Subscription Required. Please recommend JoVE to your librarian.

Discussion

Tümör ksenogreftlerinin tek hücre çözünürlüğünde görüntülenmesi, GBM biyolojisi hakkındaki anlayışımızı geliştirmek için vazgeçilmez bir araç haline gelecektir. Fare PDX modellerinde canlı görüntüleme, GBM'nin toplu olarak beyin dokusunu nasıl istila ettiğine dair değerli keşiflere yol açmıştır18. Bununla birlikte, bugüne kadar, uzaysal zamansal çözünürlük, GBM istilasını kontrol eden proteinlerin dinamiklerini ortaya çıkaracak kadar yüksek değildir. Şeffaf zebra balığı larvalarındaki GBM hücrelerinin ortotopik engraftingini yüksek çözünürlüklü intravital görüntüleme ile birleştirerek, MTs gibi sitoiskelet proteinlerinin in situ GBM invazyonu sırasında dinamiklerini analiz etmek için yeterli ayrıntıda analiz edilebileceğini düşündük .

Metodolojinin kritik adımları, GBM hücrelerinin hazırlanmasında ve mikroenjeksiyon prosedüründe yatmaktadır.
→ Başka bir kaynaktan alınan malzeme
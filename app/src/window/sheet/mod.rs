//! The sheet: white paper, one pen, no modes.

mod gesture;
mod overlay;
mod view;

pub(super) use view::{View, beside};

use super::paint::{Triangles, word_boxes};
use super::theme::{self, Colors};
use crate::command::Command;
use crate::figure;
use crate::session::{Selection, Session};
use chem::drawing::Drawing;
use chem::ink::{self, Caption, Ink, POINTS_PER_MM, Part, Style, Tone};
use chem::pipeline::{Report, Verdict};
use egui::{
    CornerRadius, EventFilter, Rect, Response, Role, Sense, Stroke, StrokeKind, Ui, WidgetInfo,
};
use gesture::Gesture;

/// The drawing composed, for one revision.
#[derive(Debug)]
struct Composed {
    revision: u64,
    style: &'static str,
    /// Box of the figure as it is printed, without locants and descriptors, in points.
    page: kurbo::Rect,
    /// Boxes of labels and captions, in points.
    words: Vec<kurbo::Rect>,
    ink: Ink,
    triangles: Triangles,
}

/// A drawing that may come, its new parts in the accent.
#[derive(Clone, Copy, Debug)]
pub(super) enum Ghost<'a> {
    /// Shown instead of the one that is there.
    Instead(&'a Drawing),
    /// Shown over the one that is there, whose parts that would go are faint.
    Over(&'a Drawing),
}

/// The view and what the pointer is doing.
#[derive(Debug)]
pub(super) struct Sheet {
    pub(super) view: View,
    fit_next: bool,
    gesture: Gesture,
    composed: Option<Composed>,
    id: Option<egui::Id>,
}

impl Sheet {
    pub(super) fn new() -> Sheet {
        Sheet {
            view: View::new(),
            fit_next: true,
            gesture: Gesture::Idle,
            composed: None,
            id: None,
        }
    }

    /// Shows the whole drawing at the next frame.
    pub(super) fn fit(&mut self) {
        self.fit_next = true;
    }

    /// Another document: nothing of the last one is kept.
    pub(super) fn forget(&mut self) {
        self.composed = None;
        self.gesture = Gesture::Idle;
        self.fit_next = true;
    }

    /// Enlarges or reduces about the middle.
    pub(super) fn step_zoom(&mut self, nearer: bool, session: &Session) {
        let factor = if nearer { 1.25 } else { 0.8 };
        let center = self.view.rect().center();
        self.view
            .zoom(factor, center, session.drawing().bond_length());
    }

    /// Whether keys go to the sheet: it has the focus, or nothing has.
    pub(super) fn has_keys(&self, ctx: &egui::Context) -> bool {
        let focused = ctx.memory(|m| m.focused());
        focused.is_none() || focused == self.id
    }

    /// The measures of the figure, with captions for the screen, where the drawing stands enlarged.
    fn on_sheet(session: &Session) -> Style {
        let style = session.figure().style;
        Style {
            caption_size: 0.55 * style.font_size,
            ..style.clone()
        }
    }

    /// Width of the figure in millimetres and its scale in percent, once it has been shown.
    pub(super) fn measures(&self) -> Option<(f64, f32)> {
        let composed = self.composed.as_ref()?;
        let width = composed.page.width() / POINTS_PER_MM;
        Some((width, self.view.percent(composed.ink.points_per_unit)))
    }

    /// Shows the sheet and collects what is to be done.
    pub(super) fn show(
        &mut self,
        ui: &mut Ui,
        session: &Session,
        ghost: Option<Ghost<'_>>,
        out: &mut Vec<Command>,
    ) -> Response {
        let rect = ui.available_rect_before_wrap();
        let response = ui.allocate_rect(rect, Sense::click_and_drag());
        self.id = Some(response.id);
        let resized = self.view.rect().size() != rect.size();
        self.view.place(rect);
        if std::mem::take(&mut self.fit_next) || (resized && self.view.is_fitted()) {
            self.view.fit(session.drawing());
        }
        response.widget_info(|| {
            let mut info = WidgetInfo::labeled(Role::Canvas, true, "Sheet");
            info.current_text_value = Some(spoken(session));
            info
        });
        let filter = EventFilter {
            horizontal_arrows: true,
            vertical_arrows: true,
            ..EventFilter::default()
        };
        if response.has_focus() {
            ui.memory_mut(|m| m.set_focus_lock_filter(response.id, filter));
        }
        self.gestures(ui, &response, session, out);
        self.compose(session);
        self.paint(ui, &response, session, ghost);
        response
    }

    fn compose(&mut self, session: &Session) {
        let revision = session.revision();
        if self
            .composed
            .as_ref()
            .is_some_and(|c| c.revision == revision && c.style == session.figure().style.name)
        {
            return;
        }
        let captions = captions(session.report());
        let style = Self::on_sheet(session);
        let ink = ink::compose(session.drawing(), &style, &captions, None);
        let bare = ink::compose(session.drawing(), &style, &[], None).bounds;
        self.composed = Some(Composed {
            revision,
            style: session.figure().style.name,
            page: bare.inflate(style.page_margin, style.page_margin),
            words: word_boxes(&ink),
            triangles: Triangles::of(&ink),
            ink,
        });
    }

    fn paint(&mut self, ui: &Ui, response: &Response, session: &Session, ghost: Option<Ghost<'_>>) {
        let rect = self.view.rect();
        let desk = Colors::of(ui);
        let painter = ui.painter_at(rect.expand(3.0));
        let edge = if response.has_focus() {
            Stroke::new(1.5, desk.accent)
        } else {
            Stroke::new(1.0, desk.hairline)
        };
        let corners = CornerRadius::same(2);
        painter.rect(rect, corners, theme::PAPER, edge, StrokeKind::Outside);
        let painter = ui.painter_at(rect);
        let Some(composed) = &self.composed else {
            return;
        };
        self.frame(&painter, session, composed, ghost.is_some());
        self.selection(&painter, session);
        let moved = self.gesture.preview(session);
        let shown = moved.as_ref().map(Ghost::Instead).or(ghost);
        match shown {
            Some(Ghost::Instead(after)) => self.paint_ghost(&painter, session, after),
            Some(Ghost::Over(after)) => {
                self.paint_going(&painter, session, composed, after);
                self.paint_ghost(&painter, session, after);
            }
            None => {
                let mesh = composed
                    .triangles
                    .mesh(self.view.of_ink(&composed.ink), |_, tone| {
                        Some(theme::LIGHT.tone(tone))
                    });
                painter.add(egui::Shape::mesh(mesh));
            }
        }
        self.ranking(&painter, session, composed);
        self.pen_ghost(&painter, session, response);
    }

    /// What of the drawing would go or change, faint.
    fn paint_going(
        &self,
        painter: &egui::Painter,
        session: &Session,
        composed: &Composed,
        after: &Drawing,
    ) {
        let before = session.drawing();
        let faint = theme::LIGHT.muted.gamma_multiply(0.45);
        let to = self.view.of_ink(&composed.ink);
        let mesh = composed.triangles.mesh(to, |part, _| {
            let stays = match part {
                Part::Atom(a) => same_atom(before, after, a),
                Part::Bond(b) => same_bond(before, after, b),
                Part::Caption(_) | Part::Note => true,
            };
            (!stays).then_some(faint)
        });
        painter.add(egui::Shape::mesh(mesh));
    }

    /// A drawing as it would be: what is new or other than before in the accent.
    fn paint_ghost(&self, painter: &egui::Painter, session: &Session, after: &Drawing) {
        let before = session.drawing();
        let ink = ink::compose(
            after,
            &Self::on_sheet(session),
            &captions(session.report()),
            None,
        );
        let accent = theme::LIGHT.accent.gamma_multiply(0.6);
        let triangles = Triangles::of(&ink);
        let mesh = triangles.mesh(self.view.of_ink(&ink), |part, tone| {
            let same = match part {
                Part::Atom(a) => same_atom(before, after, a),
                Part::Bond(b) => same_bond(before, after, b),
                Part::Caption(_) | Part::Note => true,
            };
            Some(if same {
                theme::LIGHT.tone(tone)
            } else {
                accent
            })
        });
        painter.add(egui::Shape::mesh(mesh));
    }
}

fn same_atom(before: &Drawing, after: &Drawing, a: chem::molecule::AtomIx) -> bool {
    let (m, n) = (before.molecule(), after.molecule());
    a.index() < m.n_atoms().min(n.n_atoms())
        && m.atom(a) == n.atom(a)
        && m.hydrogens(a) == n.hydrogens(a)
        && before.point(a).distance(after.point(a)) < 1e-9
}

fn same_bond(before: &Drawing, after: &Drawing, b: chem::molecule::BondIx) -> bool {
    let (m, n) = (before.molecule(), after.molecule());
    b.index() < m.n_bonds().min(n.n_bonds())
        && m.bond(b) == n.bond(b)
        && before.mark(b) == after.mark(b)
        && n.bond(b)
            .ends
            .iter()
            .all(|a| before.point(*a).distance(after.point(*a)) < 1e-9)
}

/// Locant and descriptor of every stereogenic place, in the color of its verdict.
fn captions(report: &Report) -> Vec<Caption> {
    let tone = |verdict| match verdict {
        Verdict::Agrees => Tone::Agrees,
        Verdict::Opposite => Tone::Opposite,
        Verdict::Open => Tone::Open,
        Verdict::Contradiction => Tone::Contradiction,
        Verdict::NotAsked => Tone::Muted,
    };
    let places = report.places.iter();
    places
        .map(|p| figure::caption(p, tone(p.verdict)))
        .collect()
}

/// What a screen reader says of the sheet.
fn spoken(session: &Session) -> String {
    let m = session.drawing().molecule();
    let mut text = format!("{} atoms, {} bonds", m.n_atoms(), m.n_bonds());
    let Selection { atoms, bonds } = session.selection();
    for atom in atoms {
        let symbol = m.element(*atom).symbol();
        text.push_str(&format!("; atom {} {symbol} selected", atom.index() + 1));
    }
    for bond in bonds {
        let [a, b] = m.bond(*bond).ends.map(|e| e.index() + 1);
        text.push_str(&format!("; bond {a} to {b} selected"));
    }
    text
}

/// The box of what is selected on the screen.
pub(super) fn selection_rect(session: &Session, view: &View) -> Rect {
    let atoms = session.selection().carried(session.drawing());
    let points = atoms
        .iter()
        .map(|a| view.to_screen(session.drawing().point(*a)));
    points.fold(Rect::NOTHING, |r, p| r.union(Rect::from_min_max(p, p)))
}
Sağlıksız ve yetersiz ayrışmış hücreler birbirine veya kılcal sınırlara yapışacak ve enjeksiyon akışını engelleyecektir. Ek olarak, hücrelerin enjekte edilen hacmi en aza indirmek ve toplu olarak implante etmek için kılcal damarda yeterince konsantre olmaları gerekir. Daha yüksek hacimli daha seyreltilmiş hücrelerin enjekte edilmesi, invaziv indekslerinin ölçülmesi zorlaşan çoklu, bazen birbirine karışmış tümör odaklarına neden olacaktır. Ellerimizde, yağ bazlı mikroenjektörün manuel olarak kullanılması, enjeksiyon akışının daha önce benzer bir model19'da kullanılmış olan basınçlı hava bazlı elektronik bir mikroenjektörden daha iyi kontrol edilmesini sağlar. Bu, beynin içindeki aşırı akış basıncını önlemek, böylece enjekte edilen hücrelerin sonraki doku hasarını ve ventriküler agregasyonunu önlemek için kritik öneme sahiptir.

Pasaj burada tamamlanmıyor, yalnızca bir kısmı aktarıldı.